Saved data entries
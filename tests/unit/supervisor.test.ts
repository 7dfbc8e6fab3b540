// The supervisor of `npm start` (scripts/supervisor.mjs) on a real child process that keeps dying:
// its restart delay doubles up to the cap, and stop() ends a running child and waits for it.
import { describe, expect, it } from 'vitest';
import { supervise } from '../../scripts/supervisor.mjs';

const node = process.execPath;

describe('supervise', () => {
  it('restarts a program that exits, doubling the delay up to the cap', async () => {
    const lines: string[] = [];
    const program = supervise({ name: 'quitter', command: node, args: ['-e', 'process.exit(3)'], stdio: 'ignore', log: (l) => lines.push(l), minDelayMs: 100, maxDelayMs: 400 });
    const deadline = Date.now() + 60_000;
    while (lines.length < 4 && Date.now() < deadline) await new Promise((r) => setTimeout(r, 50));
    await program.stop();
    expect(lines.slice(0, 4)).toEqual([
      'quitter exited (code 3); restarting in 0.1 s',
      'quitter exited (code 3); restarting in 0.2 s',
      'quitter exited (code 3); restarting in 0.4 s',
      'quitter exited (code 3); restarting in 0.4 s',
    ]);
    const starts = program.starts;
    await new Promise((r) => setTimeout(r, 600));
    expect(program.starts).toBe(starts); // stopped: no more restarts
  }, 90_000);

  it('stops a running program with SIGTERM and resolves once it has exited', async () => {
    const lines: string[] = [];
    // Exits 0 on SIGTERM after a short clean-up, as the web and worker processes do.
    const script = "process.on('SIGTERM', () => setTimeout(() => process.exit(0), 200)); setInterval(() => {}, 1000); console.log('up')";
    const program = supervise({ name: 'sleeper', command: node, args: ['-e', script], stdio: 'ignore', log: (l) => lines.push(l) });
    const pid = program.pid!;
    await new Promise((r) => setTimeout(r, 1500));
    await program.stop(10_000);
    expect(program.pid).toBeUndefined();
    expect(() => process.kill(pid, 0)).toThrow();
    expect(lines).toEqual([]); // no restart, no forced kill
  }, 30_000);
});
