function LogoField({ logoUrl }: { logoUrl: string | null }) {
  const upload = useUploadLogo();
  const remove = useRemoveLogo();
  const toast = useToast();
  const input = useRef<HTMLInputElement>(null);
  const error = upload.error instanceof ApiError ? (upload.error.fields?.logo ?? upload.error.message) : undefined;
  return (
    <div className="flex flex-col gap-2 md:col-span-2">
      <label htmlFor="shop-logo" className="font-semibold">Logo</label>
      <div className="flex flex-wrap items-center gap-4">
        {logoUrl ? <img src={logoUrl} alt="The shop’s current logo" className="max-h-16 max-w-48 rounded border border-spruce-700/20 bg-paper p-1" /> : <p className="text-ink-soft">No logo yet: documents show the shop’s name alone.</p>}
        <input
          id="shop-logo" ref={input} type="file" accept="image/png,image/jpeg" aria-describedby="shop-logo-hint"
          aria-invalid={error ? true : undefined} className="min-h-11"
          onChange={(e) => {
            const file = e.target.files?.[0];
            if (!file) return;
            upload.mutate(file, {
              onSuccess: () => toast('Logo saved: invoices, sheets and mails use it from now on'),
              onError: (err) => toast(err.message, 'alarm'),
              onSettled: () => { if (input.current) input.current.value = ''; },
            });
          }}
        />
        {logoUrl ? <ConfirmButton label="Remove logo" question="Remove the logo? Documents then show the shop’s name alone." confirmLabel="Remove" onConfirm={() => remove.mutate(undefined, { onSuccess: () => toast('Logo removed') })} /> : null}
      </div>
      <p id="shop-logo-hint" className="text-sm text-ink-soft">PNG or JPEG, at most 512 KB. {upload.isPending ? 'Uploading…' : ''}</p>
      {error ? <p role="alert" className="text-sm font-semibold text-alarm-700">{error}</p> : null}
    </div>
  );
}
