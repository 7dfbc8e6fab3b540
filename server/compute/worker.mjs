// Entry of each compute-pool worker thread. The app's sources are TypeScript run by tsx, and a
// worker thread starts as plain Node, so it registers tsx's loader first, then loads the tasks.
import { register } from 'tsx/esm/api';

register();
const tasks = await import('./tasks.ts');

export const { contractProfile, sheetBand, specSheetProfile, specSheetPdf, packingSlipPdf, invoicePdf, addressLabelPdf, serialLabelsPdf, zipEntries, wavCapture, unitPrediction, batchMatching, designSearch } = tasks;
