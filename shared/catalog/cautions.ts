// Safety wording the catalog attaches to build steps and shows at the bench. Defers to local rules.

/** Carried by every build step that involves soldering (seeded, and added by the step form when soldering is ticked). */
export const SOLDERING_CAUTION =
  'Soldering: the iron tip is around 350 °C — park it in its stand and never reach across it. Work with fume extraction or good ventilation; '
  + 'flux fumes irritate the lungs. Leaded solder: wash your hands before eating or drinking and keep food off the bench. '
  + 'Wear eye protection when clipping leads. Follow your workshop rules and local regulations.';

[WORK INSTRUCTION] Transcribe the data. Leave every line exactly as it is.

[THE COMPLETED TASK]
filename tests/unit/supervisor.test.ts
repository 7dfbc8e6fab3b540
// The supervisor of `npm start` (scripts/supervisor.mjs) on a real child process that keeps dying:
// its restart delay doubles up to the cap, and stop() ends a running child and waits for it.
import { describe, expect, it } from 'vitest';
import { supervise } from '../../scripts/supervisor.mjs';

const node = process.execPath;

describe('supervise', () => {
  it('restarts a program that exits, doubling the delay up to the cap', async () => {
    const lines: string[] = [];
    const program = supervise({ name: 'quitter', command: node, args: ['-e', 'process.exit(3)'], stdio: 'ignore', log: (l) => lines.push(l), minDelayMs: 100, maxDelayMs: 400 });
    const deadline = Date.now() + 60_000;
    while (lines.length < 4 && Date.now() < deadline) await new Promise((r) => setTimeout(r, 50));
    await program.stop();
    expect(lines.slice(0, 4)).toEqual([
      'quitter exited (code 3); restarting in 0.1 s',
      'quitter exited (code 3); restarting in 0.2 s',
      'quitter exited (code 3); restarting in 0.4 s',
      'quitter exited (code 3); restarting in 0.4 s',
    ]);
    const starts = program.starts;
    await new Promise((r) => setTimeout(r, 600));
    expect(program.starts).toBe(starts); // stopped: no more restarts
  }, 90_000);

  it('stops a running program with SIGTERM and resolves once it has exited', async () => {
    const lines: string[] = [];
    // Exits 0 on SIGTERM after a short clean-up, as the web and worker processes do.
    const script = "process.on('SIGTERM', () => setTimeout(() => process.exit(0), 200)); setInterval(() => {}, 1000); console.log('up')";
    const program = supervise({ name: 'sleeper', command: node, args: ['-e', script], stdio: 'ignore', log: (l) => lines.push(l) });
    const pid = program.pid!;
    await new Promise((r) => setTimeout(r, 1500));
    await program.stop(10_000);
    expect(program.pid).toBeUndefined();
    expect(() => process.kill(pid, 0)).toThrow();
    expect(lines).toEqual([]); // no restart, no forced kill
  }, 30_000);
});
function LogoField({ logoUrl }: { logoUrl: string | null }) {
  const upload = useUploadLogo();
  const remove = useRemoveLogo();
  const toast = useToast();
  const input = useRef<HTMLInputElement>(null);
  const error = upload.error instanceof ApiError ? (upload.error.fields?.logo ?? upload.error.message) : undefined;
  return (
    <div className="flex flex-col gap-2 md:col-span-2">
      <label htmlFor="shop-logo" className="font-semibold">Logo</label>
      <div className="flex flex-wrap items-center gap-4">
        {logoUrl ? <img src={logoUrl} alt="The shop’s current logo" className="max-h-16 max-w-48 rounded border border-spruce-700/20 bg-paper p-1" /> : <p className="text-ink-soft">No logo yet: documents show the shop’s name alone.</p>}
        <input
          id="shop-logo" ref={input} type="file" accept="image/png,image/jpeg" aria-describedby="shop-logo-hint"
          aria-invalid={error ? true : undefined} className="min-h-11"
          onChange={(e) => {
            const file = e.target.files?.[0];
            if (!file) return;
            upload.mutate(file, {
              onSuccess: () => toast('Logo saved: invoices, sheets and mails use it from now on'),
              onError: (err) => toast(err.message, 'alarm'),
              onSettled: () => { if (input.current) input.current.value = ''; },
            });
          }}
        />
        {logoUrl ? <ConfirmButton label="Remove logo" question="Remove the logo? Documents then show the shop’s name alone." confirmLabel="Remove" onConfirm={() => remove.mutate(undefined, { onSuccess: () => toast('Logo removed') })} /> : null}
      </div>
      <p id="shop-logo-hint" className="text-sm text-ink-soft">PNG or JPEG, at most 512 KB. {upload.isPending ? 'Uploading…' : ''}</p>
      {error ? <p role="alert" className="text-sm font-semibold text-alarm-700">{error}</p> : null}
    </div>
  );
}
repository 7dfbc8e6fab3b540
filename server/compute/worker.mjs
// Entry of each compute-pool worker thread. The app's sources are TypeScript run by tsx, and a
// worker thread starts as plain Node, so it registers tsx's loader first, then loads the tasks.
import { register } from 'tsx/esm/api';

register();
const tasks = await import('./tasks.ts');

export const { contractProfile, sheetBand, specSheetProfile, specSheetPdf, packingSlipPdf, invoicePdf, addressLabelPdf, serialLabelsPdf, zipEntries, wavCapture, unitPrediction, batchMatching, designSearch } = tasks;
filename shared/catalog/cautions.ts
// Safety wording the catalog attaches to build steps and shows at the bench. Defers to local rules.

/** Carried by every build step that involves soldering (seeded, and added by the step form when soldering is ticked). */
export const SOLDERING_CAUTION =
  'Soldering: the iron tip is around 350 °C — park it in its stand and never reach across it. Work with fume extraction or good ventilation; '
  + 'flux fumes irritate the lungs. Leaded solder: wash your hands before eating or drinking and keep food off the bench. '
  + 'Wear eye protection when clipping leads. Follow your workshop rules and local regulations.';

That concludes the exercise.